[RECORDS PROVIDED]

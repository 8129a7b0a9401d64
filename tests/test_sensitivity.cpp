// Direct and adjoint sensitivities (sensitivity/), the linearized solves of
// the Newton driver they use, and the transposed preconditioners.
//
// Problem: the conduction design problem of tests/support/conduction_design.hpp
// (k = k0(1 + βT), parameters p = (k0, β, S, T_west)).
//
// Reference values and their sources:
//  - 1-D wall, S = 0 (Kirchhoff transform U = T + βT²/2, which makes the
//    equation linear in U; transform as presented in F.P. Incropera &
//    D.P. DeWitt, "Fundamentals of Heat and Mass Transfer", as in
//    problems/heat/nonlinear_conduction.hpp): U is linear in x, so
//      T(x) = (√s − 1)/β,  s = a + (b − a)ξ,  a = (1 + βT1)², b = (1 + βT2)², ξ = x/L,
//      q = k0 [(T1 − T2) + β(T1² − T2²)/2] / L.
//    Differentiated by hand:
//      dq/dk0 = q/k0,  dq/dβ = k0 (T1² − T2²)/(2L),  dq/dT1 = k0 (1 + βT1)/L,
//      dT/dk0 = 0,  dT/dT1 = (1 − ξ)(1 + βT1)/√s,
//      dT/dβ = [T1(1 + βT1)(1 − ξ) + T2(1 + βT2)ξ]/(β√s) − (√s − 1)/β².
//    With the arithmetic face mean, k_f (T_P − T_Q) = k0 (U(T_P) − U(T_Q))
//    exactly for this linear k, so the discrete U is linear too and the
//    discrete solution equals the exact one at the cell centres (and the
//    discrete wall flux equals q): nkit's sensitivities must then match the
//    formulas to the linear-solve tolerance. With the harmonic mean the scheme
//    is second order (common practice), so the error of each sensitivity
//    must fall like h².
//  - Adjoint identity ⟨J v, w⟩ = ⟨v, Jᵀ w⟩: both sides are sums of the same
//    products a_ij v_j w_i in different orders, so they differ by at most
//    about 2 n ε |w|ᵀ|J||v| (the inner-product error bound γ_n of
//    N.J. Higham, "Accuracy and Stability of Numerical Algorithms", 2nd ed.,
//    SIAM 2002, §3.1, applied to each side).
//  - Preconditioner transposes: tests/test_transposed_preconditioners.cpp.
#include <Eigen/Dense>
#include <Eigen/SparseCore>
#include <atomic>
#include <catch2/catch.hpp>
#include <chrono>
#include <cmath>
#include <cstdio>
#include <limits>
#include <nkit/newton/newton_krylov_solver.hpp>
#include <nkit/preconditioners/additive_schwarz.hpp>
#include <nkit/preconditioners/block_jacobi.hpp>
#include <nkit/preconditioners/field_split.hpp>
#include <nkit/preconditioners/ilu_zero.hpp>
#include <nkit/preconditioners/incomplete_lut.hpp>
#include <nkit/preconditioners/inner_gmres.hpp>
#include <nkit/preconditioners/jacobi.hpp>
#include <nkit/preconditioners/sparse_direct.hpp>
#if NKIT_HAS_SUITESPARSE
#include <nkit/preconditioners/suitesparse_direct.hpp>
#endif
#include <nkit/sensitivity/adjoint_sensitivity.hpp>
#include <nkit/sensitivity/direct_sensitivity.hpp>
#include <random>
#include <string>
#include <vector>

#include "problems/heat/harmonic_face.hpp"
#include "problems/heat/region_conductivity.hpp"
#include "support/conduction_design.hpp"
#include "support/matchers.hpp"

using Catch::Matchers::Message;
using Catch::Matchers::WithinAbs;
using Catch::Matchers::WithinRel;
using nkit_test::cell_temperature;
using nkit_test::check_adjoint_equals_direct;
using nkit_test::conduction_design;
using nkit_test::conduction_with_pattern_only;
using nkit_test::design_parameters;
using nkit_test::epsilon;
using nkit_test::face_mean;
using nkit_test::random_vector;
using nkit_test::solve_from_zero;
using nkit_test::square_design;
using nkit_test::tight_settings;
using nkit_test::west_heat_flux;

namespace {

/// |a − b| bound of the adjoint identity (file comment): 2 n ε |w|ᵀ|J||v|.
double identity_bound(const nkit::sparse_matrix& jacobian, const Eigen::VectorXd& v, const Eigen::VectorXd& w) {
  const Eigen::VectorXd magnitudes = jacobian.cwiseAbs() * v.cwiseAbs();
  return 2.0 * static_cast<double>(v.size()) * epsilon * w.cwiseAbs().dot(magnitudes);
}

}  // namespace

TEST_CASE("linearized transposed products satisfy the adjoint identity", "[sensitivity]") {
  const conduction_design design = square_design(6, 0.3);
  const Eigen::VectorXd p = design_parameters;
  const Eigen::Index n = design.unknowns();
  const Eigen::VectorXd v = random_vector(n, 1), w = random_vector(n, 2);

  SECTION("assembled by the problem; J·v by forward-mode AD") {
    auto problem = nkit::with_parameter_automatic_differentiation(design);
    auto fixed = nkit::at_parameters(problem, p);
    nkit::newton_krylov_solver<nkit::eigen_vector_space<double>, nkit::ilu_zero_preconditioner> solver(
        tight_settings());
    const Eigen::VectorXd u = solve_from_zero(solver, fixed, n);
    Eigen::VectorXd jv, jtw;
    solver.linearized_product(fixed, v, jv);
    solver.linearized_transpose_product(fixed, w, jtw);
    const nkit::sparse_matrix& jacobian = solver.linearized_jacobian(fixed);
    // The nonsymmetry is real (β ≠ 0), so the identity is not trivially ⟨Jv, w⟩ = ⟨Jw, v⟩.
    REQUIRE((Eigen::MatrixXd(jacobian) - Eigen::MatrixXd(jacobian).transpose()).norm() > 1e-3);
    CHECK_THAT(w.dot(jv), WithinAbs(v.dot(jtw), identity_bound(jacobian, v, w)));
    // The AD product and the analytic matrix are the same operator (both exact to rounding).
    CHECK_THAT(jv, nkit_test::is_close_to(jacobian * v,
                                          4.0 * 5 * epsilon * (jacobian.cwiseAbs() * v.cwiseAbs()).maxCoeff(), 0.0));
    CHECK(solver.linearized_transposed_products() == 1);
  }

  SECTION("assembled by colored differences of jacobian_pattern(); J·v by differences") {
    conduction_with_pattern_only problem(design);
    auto fixed = nkit::at_parameters(problem, p);
    nkit::newton_krylov_solver<nkit::eigen_vector_space<double>, nkit::ilu_zero_preconditioner> solver(
        tight_settings());
    const Eigen::VectorXd u = solve_from_zero(solver, fixed, n);
    Eigen::VectorXd jtw;
    solver.linearized_transpose_product(fixed, w, jtw);
    const nkit::sparse_matrix& colored = solver.linearized_jacobian(fixed);
    const Eigen::VectorXd jv = colored * v;
    CHECK_THAT(w.dot(jv), WithinAbs(v.dot(jtw), identity_bound(colored, v, w)));
    // The colored matrix is R'(u*) to forward-difference accuracy: error about
    // √ε (1 + ‖u‖) |R''| per entry (finite_difference_jacobian.hpp); 1e-6 relative to max |J| is ample.
    nkit::sparse_matrix exact;
    design.assemble_jacobian(u, p, exact);
    const double largest = Eigen::MatrixXd(exact).cwiseAbs().maxCoeff();
    CHECK((Eigen::MatrixXd(colored) - Eigen::MatrixXd(exact)).cwiseAbs().maxCoeff() <= 1e-6 * largest);
  }
}

TEST_CASE("adjoint gradients equal direct gradients to the linear tolerance", "[sensitivity]") {
  const conduction_design design = square_design(12, 0.3);
  const west_heat_flux flux{&design};
  auto problem = nkit::with_parameter_automatic_differentiation(design);

  SECTION("AD products, ILU(0)") { check_adjoint_equals_direct<nkit::ilu_zero_preconditioner>(problem, design, flux); }
  SECTION("AD products, ILUT") {
    check_adjoint_equals_direct<nkit::incomplete_lut_preconditioner>(problem, design, flux);
  }
  SECTION("AD products, Jacobi, cell temperature") {
    check_adjoint_equals_direct<nkit::jacobi_preconditioner>(problem, design, cell_temperature{design.index(6, 6)});
  }
  SECTION("difference products in p and J·v, colored-difference Jacobian, ILU(0)") {
    conduction_with_pattern_only differences(design);
    check_adjoint_equals_direct<nkit::ilu_zero_preconditioner>(differences, design, flux);
  }
  // Every other built-in preconditioner through the same check (AD products).
  SECTION("block Jacobi, blocks of 3 cells") {
    check_adjoint_equals_direct(problem, design, flux, nkit::block_jacobi_preconditioner(3));
  }
  SECTION("sparse direct (Eigen SparseLU)") {
    check_adjoint_equals_direct<nkit::sparse_direct_preconditioner>(problem, design, flux);
  }
  SECTION("additive Schwarz, ILUT and sparse direct local solves (one subdomain: serial)") {
    check_adjoint_equals_direct(problem, design, flux, nkit::additive_schwarz_preconditioner());
    check_adjoint_equals_direct(problem, design, flux,
                                nkit::additive_schwarz_preconditioner({nkit::subdomain_solver::sparse_direct}));
  }
  SECTION("inner GMRES (flexible outer GMRES, both ways)") {
    check_adjoint_equals_direct<nkit::inner_gmres_preconditioner<>>(problem, design, flux);
  }
  SECTION("field split by halves of the grid, every form, ILU(0) inside") {
    // Two invented "fields" (the west and east halves of the cells, contiguous): only the algebra is tested.
    const nkit::field_layout halves({{"west", 1}, {"east", 1}}, design.unknowns() / 2);
    for (const nkit::field_split_form form :
         {nkit::field_split_form::block_diagonal, nkit::field_split_form::block_lower_triangular,
          nkit::field_split_form::block_upper_triangular, nkit::field_split_form::schur_complement_factorization}) {
      INFO("form " << static_cast<int>(form));
      nkit::field_split_settings settings;
      settings.form = form;
      check_adjoint_equals_direct(
          problem, design, flux,
          nkit::field_split_preconditioner(
              halves, settings,
              nkit::make_inner_preconditioners(nkit::ilu_zero_preconditioner{}, nkit::ilu_zero_preconditioner{})));
    }
  }
#if NKIT_HAS_SUITESPARSE
  SECTION("UMFPACK and KLU") {
    check_adjoint_equals_direct<nkit::umfpack_direct_preconditioner>(problem, design, flux);
    check_adjoint_equals_direct<nkit::klu_direct_preconditioner>(problem, design, flux);
  }
#endif
  // BoomerAMG (hypre, MPI): tests/mpi/test_transposed_multigrid.cpp.
}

[/RECORDS PROVIDED]

WHAT YOU SHOULD DO: Provide the number of lines in the records above that contain the word "discrete", with no additional words.

THE ANSWER: 3